# Ex-word Format Description

This document is a collection of notes on the various file formats used in ex-word add-on dictionaries.

## Common Files

### BMP Files
Standard Bitmap image files. They have nothing special about them and can be edited in any program capable of manipulating BMPs.

### guide*.htm
These are normal HTML files used to display the guide/help information for an add-on dictionary.

### diction.htm
A small HTML file containing the title of the add-on dictionary.

**`diction.htm` template:**
```html
<html>
<head>
<title>Add-on Dictionary Title Here</title>
<meta name="soft" content="OFF">
</head>
<body>
</body>
</html>
```

### info*.htm
Configuration files that specify various options for the dictionary. Despite the extension, these are not actual HTML files.

### fileinfo.cji
This is a simple text file that lists the CJT and CJD files used by the add-on dictionary.

## Font and Data Files

### CJF Files
These are simple bitmap font files that appear to have a 256-byte header. They can contain one or more fonts within a single file. They contain a `0x40` byte main header, followed by one or more `0xC0` byte headers describing each font. Following the headers is the actual bitmap data for the fonts.

#### CJF Header (`0x40` bytes)
-   `0x00-0x02`: `CJF` (magic value)
-   `0x03`: `type` (0x81 = single font, 0xC1 = multiple fonts)
-   `0x04-0x07`: unknown (so far only seen 0x40)
-   `0x08-0x09`: unknown
-   `0x0A-0x1F`: Filler (0xFF)
-   `0x20-0x3F`: font title - unused bytes padded with 0x20 (SJIS encoding used)

#### Font header (`0xC0` bytes)
-   `0x00-0x03`: unknown (always seems to be 0x00 in single font files, and 0xFFFFFFFF in multi font files)
-   `0x04-0x07`: next font header offset (0xFFFFFFFF if no more headers)
-   `0x08-0x09`: start unicode code point
-   `0x0A-0x0B`: zero padding
-   `0x0C-0X0D`: end unicode code point
-   `0x0E-0X0F`: zero padding
-   `0x10-0x17`: unknown
-   `0x18-0x19`: height
-   `0x1A-0x1B`: width
-   `0x1C-0x1D`: bytes per glyph
-   `0x1E-0x1F`: flags (bitwise: 0x00 = normal, 0x01 = bold, 0x02 = italic)
-   `0x20-0x27`: Filler (0xFF)
-   `0x28-0x33`: unknown
-   `0x34-0x37`: offset where font data starts
-   `0x38-0xBF`: Filler (0xFF)

### CJD Files
These files are listed in `fileinfo.cji` as `<filename>,<filesize>,<unknown number>`.

These files generally seem to be the data files used by the add-on, though the format used in the file may depend on the APL version being used by the add-on.

### CJT Files
These files are listed in `fileinfo.cji` as `<filename>,0,<bytes per entry>,<number of entries>`.

These files are usually lists of numbers containing `<number of entries>` that are of length `<bytes per entry>`. These are typically lists of indexes and offsets.

-   If `<bytes per entry>` is -1, the file in question seems to be a string table with each string separated by a `0xFF` character.
-   The second field always seems to be zero.

## Dictionary Data Structure

### String tables
These tables are defined by a set of three files: an index, offset, and string file.
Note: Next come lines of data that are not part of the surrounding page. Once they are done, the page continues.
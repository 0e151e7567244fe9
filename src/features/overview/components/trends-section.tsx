import { ErrorState } from '@/components/ui/error-state';
import { EmptyState } from '@/components/ui/empty-state';
import { Skeleton } from '@/components/ui/skeleton';
import { paths } from '@/config/paths';
import { cmToIn, useUnitSystem } from '@/lib/units';
import { useTrends } from '../api/get-trends';
import { dbhSentence, growthIn, growthSentence, areaWords } from '../lib/trend-words';
import { BasalAreaTrend } from './basal-area-trend';
import { DensityTrend } from './density-trend';
import { DiebackTrend } from './dieback-trend';
import { ShareTrend } from './share-trend';
import { SpreadTrend } from './spread-trend';
import { StatusTrend } from './status-trend';
import { TapsTrend } from './taps-trend';
import { WarningsTrend } from './warnings-trend';

/** The stand season by season: a chart for each question, each read in one sentence. */
export function TrendsSection({ sugarbushId }: { sugarbushId: number }) {
  const trends = useTrends(sugarbushId);
  const { system } = useUnitSystem();
  const heading = (
    <h2 id="trends-heading" className="text-lg font-bold">
      Season by season
    </h2>
  );

  if (trends.isPending)
    return (
      <section aria-labelledby="trends-heading">
        {heading}
        <div
          role="status"
          aria-label="Loading the trends"
          className="mt-3 grid gap-4 lg:grid-cols-2"
        >
          {[0, 1, 2, 3].map((n) => (
            <Skeleton key={n} className="h-72 w-full" />
          ))}
        </div>
      </section>
    );
  if (trends.isError)
    return (
      <section aria-labelledby="trends-heading">
        {heading}
        <ErrorState
          title="We couldn't load the stand's trends."
          error={trends.error}
          onRetry={() => void trends.refetch()}
        />
      </section>
    );

  const data = trends.data;
  const recorded = data.items.filter((i) => !i.planned);
  const unit = system === 'imperial' ? 'in' : 'cm';
  return (
    <section aria-labelledby="trends-heading">
      {heading}
      {recorded.length === 0 ? (
        <EmptyState title="No seasons on record yet">
          Trends show once trees are measured or tapped: import a CSV or record the first
          measurements on the trees.
        </EmptyState>
      ) : (
        <>
          <p className="mt-1 max-w-prose text-sm text-bark">
            {recorded[0].season}–{recorded.at(-1)!.season} as recorded, and {data.upcoming} as the
            advisor plans it (marked *). Guideline: {data.profile.label}.
          </p>
          <div className="mt-3 grid gap-4 lg:grid-cols-2">
            <BasalAreaTrend trends={data} system={system} />
            <StatusTrend trends={data} />
            <SpreadTrend
              trends={data}
              title="DBH of the living trees"
              sentence={dbhSentence(data, system)}
              spreadOf={(i) => i.dbhCm}
              convert={(cm) => (system === 'imperial' ? cmToIn(cm) : cm)}
              unit={unit}
              digits={1}
              linkFor={(i) => paths.plan.href(sugarbushId, { season: i.season, sort: 'dbh' })}
            />
            <SpreadTrend
              trends={data}
              title="Basal-area growth a year"
              sentence={growthSentence(data, system)}
              spreadOf={(i) => i.basalAreaGrowthCm2}
              convert={(cm2) => growthIn(cm2, system)}
              unit={areaWords(system).growth}
              digits={1}
              linkFor={(i) =>
                paths.plan.href(sugarbushId, { season: i.season, warning: 'slow-growth' })
              }
            />
            <DensityTrend trends={data} system={system} />
            <TapsTrend trends={data} />
            <WarningsTrend trends={data} />
            <ShareTrend trends={data} />
            <DiebackTrend trends={data} />
          </div>
        </>
      )}
    </section>
  );
}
For example, from the Kenkyusha dictionary, we have:
-   `sjstr.cjt` (string file)
-   `sjoff.cjt` (offset file)
-   `sjidx.cjt` (index file)

These string tables are not used for display purposes but rather for matching strings during a search. The string file contains a series of non-null terminated strings separated by `0xFF` characters. The offsets file contains a list of offsets for each string in the strings file. The index file is likely used to map each string to an entry in the dictionary.

### comp.cjd
This appears to be the main dictionary file that contains all the actual entries. The format seems to have a null-terminated string followed by entry data, repeated for each entry. The null-terminated string is likely used for lookup rather than display.

The entry data itself does not seem to contain any valid SJIS or ASCII strings, so it is believed to be using some form of text compression/encoding. Modifying byte values in the entry data affects the text display for that entry. The `dbadd.cjt` file seems to be a list of offsets to each entry in the `comp.cjd` file.

### wct.cjd, head.cjd, tree.cjd
All dictionaries have these three files, which are never listed in `fileinfo.cji`. It is believed these files are used in the text encoding/compression process.